***** Provided material
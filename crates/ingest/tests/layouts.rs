//! Round trips through every shipped layout, and every kind of bad input.

use rand::SeedableRng;
use rand_chacha::ChaCha8Rng;
use std::path::{Path, PathBuf};
use twistlot_ingest::{read_bytes, FormatSet, RejectKind, RigFormat};
use twistlot_model::plugin::RigFormatManifest;
use twistlot_model::{CurveData, Manifest, RecordKind, Stroke};
use twistlot_synth::{
    printed_resolution, write_decay_layout, write_gantry_json, write_layout, DecayModel, SpringModel,
    WriteStyle,
};

/// This crate's folder as cargo names it when running the test (not as compiled in),
/// so a test binary from a shared build cache reads this checkout's files.
fn crate_dir() -> std::path::PathBuf {
    std::env::var_os("CARGO_MANIFEST_DIR")
        .map_or_else(|| std::path::PathBuf::from(env!("CARGO_MANIFEST_DIR")), std::path::PathBuf::from)
}

/// The shipped declarative layouts, and the demo plant's exec converter.
fn manifest_path(relative: &str) -> PathBuf {
    let root = crate_dir().join("../..");
    if relative.starts_with("gantry-json/") {
        root.join("sample_lots/plugins/rig-formats").join(relative)
    } else {
        root.join("plugins/rig-formats").join(relative)
    }
}

fn manifest(relative: &str) -> (RigFormatManifest, PathBuf) {
    let path = manifest_path(relative);
    let text = std::fs::read_to_string(&path).unwrap();
    match Manifest::from_yaml(relative, &text).unwrap() {
        Manifest::RigFormat(m) => (*m, path),
        other => panic!("{relative} is not a rig format: {other:?}"),
    }
}

const LAYOUTS: [&str; 4] = ["native.yaml", "korvel-tab.yaml", "ostrel-semi.yaml", "pellam-fixed.yaml"];

fn all_formats() -> FormatSet {
    let mut formats = Vec::new();
    for file in LAYOUTS.iter().chain(["gantry-json/gantry-json.yaml"].iter()) {
        let (m, path) = manifest(file);
        formats.push(RigFormat::from_manifest(m, Some(&path)).unwrap());
    }
    formats.push(RigFormat::native_decay());
    FormatSet::new(formats).unwrap()
}

#[test]
fn a_free_decay_round_trips_through_the_native_decay_layout_without_strokes() {
    let (m, _) = manifest("native-decay.yaml");
    assert_eq!(m.record, RecordKind::FreeDecay);
    let record = DecayModel { sample_rate_hz: 2000.0, duration_s: 2.0, ..DecayModel::linear(300.0, 1.0e-3) }
        .simulate(3)
        .unwrap();
    let mut meta = metadata();
    meta.push(("record", "free-decay".into()));
    meta.push(("inertia_kgm2", "0.001".into()));
    let bytes = write_decay_layout(&m, &WriteStyle::for_format(&m.name), &meta, &record).unwrap();
    let text = String::from_utf8(bytes.clone()).unwrap();
    assert!(text.contains("# record:free-decay\n") && text.contains("\ntime_s,angle_deg\n"), "{text}");
    let export = read(&all_formats(), "swing.csv", &bytes).unwrap();
    assert_eq!((export.rig_format.as_str(), export.kind), ("native-decay", RecordKind::FreeDecay));
    // Never split into strokes: the frame holds no stroke, cycle or torque column.
    let names: Vec<String> = export.frame.get_column_names().iter().map(|n| n.to_string()).collect();
    assert_eq!(names, ["test_id", "point", "time_s", "angle_deg"]);
    let back = export.decay().unwrap();
    assert_eq!(back.time_s.len(), record.time_s.len());
    for k in 0..back.time_s.len() {
        // Written with 6 decimals of seconds and 3 of degrees (0.5 µs is below 2 kHz's 500 µs step).
        assert!((back.time_s[k] - record.time_s[k]).abs() <= 0.5e-6 + 1e-12, "time {k}");
        assert!((back.angle_deg[k] - record.angle_deg[k]).abs() <= 0.5e-3 + 1e-9, "angle {k}");
    }
    assert_eq!(export.metadata.inertia_kgm2(), Ok(Some(1.0e-3)));
    assert!(export.curve().is_err(), "a free decay has no torque curve");
}

#[test]
fn a_free_decay_whose_time_does_not_rise_is_refused_with_the_row() {
    let swing = "# record: free-decay\ntime_s,angle_deg\n0.000,1\n0.010,2\n0.010,3\n0.020,4\n";
    let err = read(&all_formats(), "swing.csv", swing.as_bytes()).unwrap_err();
    assert_eq!(err.kind, RejectKind::Unusable, "{err}");
    assert_eq!(err.rig_format.as_deref(), Some("native-decay"));
    assert!(err.message.contains("data row 3") && err.message.contains("rising time"), "{err}");
    let no_angle = "# record: free-decay\ntime_s,angle\n0,1\n";
    let err = read(&all_formats(), "swing.csv", no_angle.as_bytes()).unwrap_err();
    assert_eq!(err.kind, RejectKind::Unrecognised, "no `angle_deg` in the head: {err}");
}

fn sample_curve(seed: u64) -> CurveData {
    let mut model = SpringModel::new(4.2, 3.5, 90.0);
    model.pre_cycles = 1;
    model.points_per_stroke = 120;
    model.simulate(&mut ChaCha8Rng::seed_from_u64(seed))
}

fn metadata() -> Vec<(&'static str, String)> {
    vec![
        ("serial", "S-0042".into()),
        ("part", "TS-2210".into()),
        ("lot", "L-77".into()),
        ("rig", "RIG-A".into()),
        ("operator", "Jörg Brandt".into()),
        ("started", "2026-12-01T14:03".into()),
    ]
}

fn read(
    formats: &FormatSet,
    name: &str,
    bytes: &[u8],
) -> Result<twistlot_ingest::Export, twistlot_ingest::IngestError> {
    read_bytes(name, Path::new(name), bytes, formats, None)
}

fn share_equal(a: &[Stroke], b: &[Stroke]) -> f64 {
    a.iter().zip(b).filter(|(x, y)| x == y).count() as f64 / a.len() as f64
}

#[test]
fn every_layout_round_trips_within_its_printed_precision() {
    let formats = all_formats();
    for (i, file) in LAYOUTS.iter().enumerate() {
        let (m, _) = manifest(file);
        let style = WriteStyle::for_format(&m.name);
        let curve = sample_curve(i as u64);
        let bytes = write_layout(&m, &style, &metadata(), &curve).unwrap();
        let name = format!("export.{}", m.detect.extensions.first().map(String::as_str).unwrap_or("csv"));
        let export = read(&formats, &name, &bytes).unwrap_or_else(|e| panic!("{file}: {e}"));
        assert_eq!(export.rig_format, m.name, "{file} detected as {}", export.rig_format);
        let back = export.curve().unwrap();
        assert_eq!(back.len(), curve.len(), "{file}");
        let (angle_res, torque_res) = printed_resolution(&m, &style).unwrap();
        for k in 0..curve.len() {
            assert!(
                (back.angle_deg[k] - curve.angle_deg[k]).abs() <= angle_res / 2.0 + 1e-9,
                "{file} angle {k}"
            );
            assert!(
                (back.torque_nmm[k] - curve.torque_nmm[k]).abs() <= torque_res / 2.0 + 1e-9,
                "{file} torque {k}"
            );
        }
        // Strokes read from a column match exactly; derived ones may differ only in the dwell.
        assert!(share_equal(&back.stroke, &curve.stroke) > 0.97, "{file}: strokes differ");
        assert_eq!(back.cycles(), 2, "{file}");
        let meta = &export.metadata;
        assert_eq!(meta.serial.as_deref(), Some("S-0042"), "{file}");
        assert_eq!(meta.lot.as_deref(), Some("L-77"), "{file}");
        assert_eq!(meta.operator.as_deref(), Some("Jörg Brandt"), "{file}");
        assert_eq!(meta.content_hash.len(), 64);
        if m.name != "ostrel-semi" {
            assert!(back.time_s.is_some(), "{file} lost its time column");
        }
    }
}

#[test]
fn layouts_really_differ_in_bytes() {
    let curve = sample_curve(1);
    let written: Vec<Vec<u8>> = LAYOUTS
        .iter()
        .map(|f| {
            let (m, _) = manifest(f);
            write_layout(&m, &WriteStyle::for_format(&m.name), &metadata(), &curve).unwrap()
        })
        .collect();
    let korvel = &written[1];
    assert!(korvel.windows(2).any(|w| w == b"\r\n"), "korvel writes CRLF");
    assert!(korvel.contains(&0xFC), "korvel is Windows-1252 (ü as one byte)");
    assert!(korvel.contains(&b'\t'));
    let ostrel = &written[2];
    assert!(ostrel.starts_with(b"\xEF\xBB\xBF"), "ostrel starts with a BOM");
    assert!(String::from_utf8_lossy(ostrel).contains("lbf·in"));
    let pellam = String::from_utf8_lossy(&written[3]).to_string();
    assert!(pellam.contains("N·cm") && !pellam.contains("angle"), "pellam has no header row");
}

#[test]
fn the_exec_converter_round_trips() {
    if std::process::Command::new("python3").arg("--version").output().is_err() {
        panic!("python3 is needed for the shipped exec example");
    }
    let formats = all_formats();
    let curve = sample_curve(9);
    let dir = tempfile::tempdir().unwrap();
    let path = dir.path().join("part.tqj");
    std::fs::write(&path, write_gantry_json(&metadata(), &curve)).unwrap();
    let export = twistlot_ingest::read_path(&path, &formats, None).unwrap();
    assert_eq!(export.rig_format, "gantry-json");
    let back = export.curve().unwrap();
    assert_eq!(back.len(), curve.len());
    for k in 0..curve.len() {
        // JSON keeps 6 decimals of radians and 7 of N·m; the converter prints 4 decimals.
        assert!((back.angle_deg[k] - curve.angle_deg[k]).abs() < 1e-4 + 3e-5, "angle {k}");
        assert!((back.torque_nmm[k] - curve.torque_nmm[k]).abs() < 1e-4 + 1e-4, "torque {k}");
    }
    assert_eq!(export.metadata.serial.as_deref(), Some("S-0042"));
}

#[test]
fn a_failing_converter_is_named() {
    let formats = all_formats();
    let dir = tempfile::tempdir().unwrap();
    let path = dir.path().join("x.tqj");
    std::fs::write(&path, br#"{"format": "gantry-tq/9"}"#).unwrap();
    let err = twistlot_ingest::read_path(&path, &formats, None).unwrap_err();
    assert_eq!(err.kind, RejectKind::Converter);
    assert_eq!(err.rig_format.as_deref(), Some("gantry-json"));
    assert!(err.message.contains("not a gantry-tq/1 document"), "{err}");
}

#[test]
fn a_slow_converter_is_stopped_at_its_limit() {
    let dir = tempfile::tempdir().unwrap();
    let manifest_text = "name: sleepy\nkind: rig-format\napi: 1\ndescription: sleeps\ndetect: { extensions: [zz], contains: [] }\nexec:\n  command: [sleep, \"5\"]\n  timeout_s: 0.3\n  protocol: 1\n";
    let manifest_path = dir.path().join("sleepy.yaml");
    std::fs::write(&manifest_path, manifest_text).unwrap();
    let Manifest::RigFormat(m) = Manifest::from_yaml("sleepy.yaml", manifest_text).unwrap() else { panic!() };
    let formats = FormatSet::new(vec![RigFormat::from_manifest(*m, Some(&manifest_path)).unwrap()]).unwrap();
    let started = std::time::Instant::now();
    let err = read(&formats, "a.zz", b"whatever\n").unwrap_err();
    assert_eq!(err.kind, RejectKind::Converter);
    assert!(err.message.contains("0.3 s") && err.message.contains("stopped"), "{err}");
    assert!(started.elapsed().as_secs_f64() < 4.0, "the converter was not stopped");
}

fn native(text: &str) -> Result<twistlot_ingest::Export, twistlot_ingest::IngestError> {
    read(&all_formats(), "t.csv", text.as_bytes())
}

#[test]
fn bad_inputs_each_get_their_own_reason() {
    let cases: Vec<(&str, &[u8], RejectKind, Option<usize>)> = vec![
        ("empty", b"", RejectKind::Empty, None),
        ("header only", b"# serial: 1\nangle_deg,torque_nmm\n", RejectKind::NoData, Some(2)),
        ("non-numeric", b"angle_deg,torque_nmm\n0,0\n1,2x\n", RejectKind::NotANumber, Some(3)),
        ("nan", b"angle_deg,torque_nmm\n0,0\n1,NaN\n", RejectKind::NotFinite, Some(3)),
        ("infinity", b"angle_deg,torque_nmm\n0,inf\n", RejectKind::NotFinite, Some(2)),
        ("truncated last line", b"angle_deg,torque_nmm\n0,0\n1,", RejectKind::Truncated, Some(3)),
        ("truncated, no comma", b"angle_deg,torque_nmm\n0,0\n1", RejectKind::Truncated, Some(3)),
        ("binary junk", b"\x00\x01\x02\x03angle_deg torque_nmm\x00\xff\xfe", RejectKind::Binary, None),
        ("not recognised", b"Winkel;Moment\n1;2\n", RejectKind::Unrecognised, None),
    ];
    for (label, bytes, kind, line) in cases {
        let err = read(&all_formats(), "t.csv", bytes).unwrap_err();
        assert_eq!(err.kind, kind, "{label}: {err}");
        assert_eq!(err.line, line, "{label}: {err}");
        assert!(err.to_string().starts_with("t.csv"), "{label}: {err}");
    }
}

#[test]
fn a_missing_torque_column_is_named() {
    let (m, path) = manifest("korvel-tab.yaml");
    let formats = FormatSet::new(vec![RigFormat::from_manifest(m, Some(&path)).unwrap()]).unwrap();
    let text = "KORVEL DEMO-BENCH\r\nPrüfling=1\r\n*DATA*\r\nt [ms]\tWinkel [°]\tKraft [N]\r\n0\t0\t0\r\n";
    let bytes = encoding_rs::WINDOWS_1252.encode(text).0;
    let err = read(&formats, "a.txt", &bytes).unwrap_err();
    assert_eq!(err.kind, RejectKind::MissingColumn);
    assert_eq!(err.line, Some(4));
    assert_eq!(err.column.as_deref(), Some("Moment"));
    assert!(err.message.contains("Kraft [N]"), "lists what it found: {err}");
}

#[test]
fn unknown_units_in_a_header_are_named() {
    let (m, path) = manifest("korvel-tab.yaml");
    let formats = FormatSet::new(vec![RigFormat::from_manifest(m, Some(&path)).unwrap()]).unwrap();
    let text = "KORVEL DEMO-BENCH\r\n*DATA*\r\nt [ms]\tWinkel [°]\tMoment [kp·dm]\r\n0\t0\t0\r\n";
    let bytes = encoding_rs::WINDOWS_1252.encode(text).0;
    let err = read(&formats, "a.txt", &bytes).unwrap_err();
    assert_eq!(err.kind, RejectKind::UnknownUnit);
    assert_eq!(err.line, Some(3));
    assert!(err.message.contains("kp·dm"), "{err}");
}

#[test]
fn decimal_comma_errors_name_the_separator() {
    let (m, path) = manifest("ostrel-semi.yaml");
    let formats = FormatSet::new(vec![RigFormat::from_manifest(m, Some(&path)).unwrap()]).unwrap();
    let text =
        "OSTREL DEMO-SEMI\n\"Serial No.\";\"7\"\n[curve]\nAngle (deg);Torque (lbf·in);Dir\n0,0;0,0;+\n1,0;12,5x;+\n";
    let err = read(&formats, "b.csv", text.as_bytes()).unwrap_err();
    assert_eq!(err.kind, RejectKind::NotANumber);
    assert_eq!(err.line, Some(6));
    assert_eq!(err.column.as_deref(), Some("Torque (lbf·in)"));
    assert_eq!(
        err.to_string(),
        "b.csv, line 6, column `Torque (lbf·in)`: `12,5x` is not a number (decimal separator `,`) (rig format `ostrel-semi`)"
    );
}

#[test]
fn a_bad_stroke_label_is_named() {
    let (m, path) = manifest("ostrel-semi.yaml");
    let formats = FormatSet::new(vec![RigFormat::from_manifest(m, Some(&path)).unwrap()]).unwrap();
    let text = "OSTREL DEMO-SEMI\n[curve]\nAngle (deg);Torque (lbf·in);Dir\n0,0;0,0;up\n";
    let err = read(&formats, "b.csv", text.as_bytes()).unwrap_err();
    assert_eq!(err.kind, RejectKind::BadLabel);
    assert!(err.message.contains("`up`"), "{err}");
}

#[test]
fn two_plugins_claiming_a_file_are_both_named() {
    let (mut twin, _) = manifest("native.yaml");
    twin.name = "native-copy".into();
    let formats =
        FormatSet::new(vec![RigFormat::native(), RigFormat::from_manifest(twin, None).unwrap()]).unwrap();
    let err = read(&formats, "t.csv", b"angle_deg,torque_nmm\n0,0\n").unwrap_err();
    assert_eq!(err.kind, RejectKind::Ambiguous);
    assert!(err.message.contains("`native`") && err.message.contains("`native-copy`"), "{err}");
    // Naming the format settles it.
    let export =
        read_bytes("t.csv", Path::new("t.csv"), b"angle_deg,torque_nmm\n0,0\n", &formats, Some("native"))
            .unwrap();
    assert_eq!(export.rig_format, "native");
}

#[test]
fn crlf_bom_and_extra_columns_are_fine_in_native() {
    let export = native(
        "\u{feff}# serial: A1\r\n# fixture: F-2\r\nangle_deg,torque_nmm,extra\r\n0,0,x\r\n10,20,y\r\n",
    )
    .unwrap();
    assert_eq!(export.points(), 2);
    assert_eq!(export.metadata.extra.get("fixture").map(String::as_str), Some("F-2"));
    let frame = &export.frame;
    let names: Vec<&str> = frame.get_column_names().iter().map(|s| s.as_str()).collect();
    assert_eq!(names, ["test_id", "point", "angle_deg", "torque_nmm", "stroke", "cycle"]);
}
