//! Report charts as inline SVG, in the project's own look.
//!
//! Each function returns an [`SvgMarkup`]: a complete `<svg>` element with width,
//! height and viewBox and no XML prolog, ready to sit inside an HTML page. Text is
//! written as SVG `<text>` elements, so no font file is read; the viewer's
//! `sans-serif` draws it. Bad points (NaN, infinities) are left out rather than
//! failing the report, and a chart with nothing to show becomes a small "no data" box.
//!
//! The charts show what the lot's decision rests on, not a general statistics layout:
//! - [`strip_chart_svg`]: every part's value of one characteristic as a dot, stacked
//!   where values coincide, over the drawing's tolerance as a shaded band whose edges are
//!   labelled as the drawing's limits; a normal model is drawn only when the caller says
//!   normality was not rejected.
//! - [`curves_svg`]: the torque–angle curves, failed and invalid parts in their own
//!   colours and line styles with their serials in a margin column (labels never
//!   overlap), the torque limits at the test angles and the free-angle limits; when not
//!   every curve is drawn the caption says how many were.
//! - [`oc_curve_svg`]: the deciding plan's operating characteristic over a range the
//!   caller chooses from the plan, with the AQL and the lot's observed percent defective.
//!
//! Colours come from the Okabe–Ito set, chosen because it stays distinguishable under
//! the common colour-vision deficiencies; every distinction that matters (pass, fail,
//! invalid, limits) is also made by shape, line style or width, not by colour alone.

use crate::ReportError;
use plotters::coord::types::RangedCoordf64;
use plotters::coord::Shift;
use plotters::prelude::*;
use plotters::style::text_anchor::{HPos, Pos, VPos};
use serde::{Deserialize, Deserializer, Serialize, Serializer};
use std::fmt;
use twistlot_model::Verdict;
**********
• _Exercise brief_:
Where a line in the records above holds the string "IngestError", it counts toward the total; give that total alone.

• _Task answer_:
2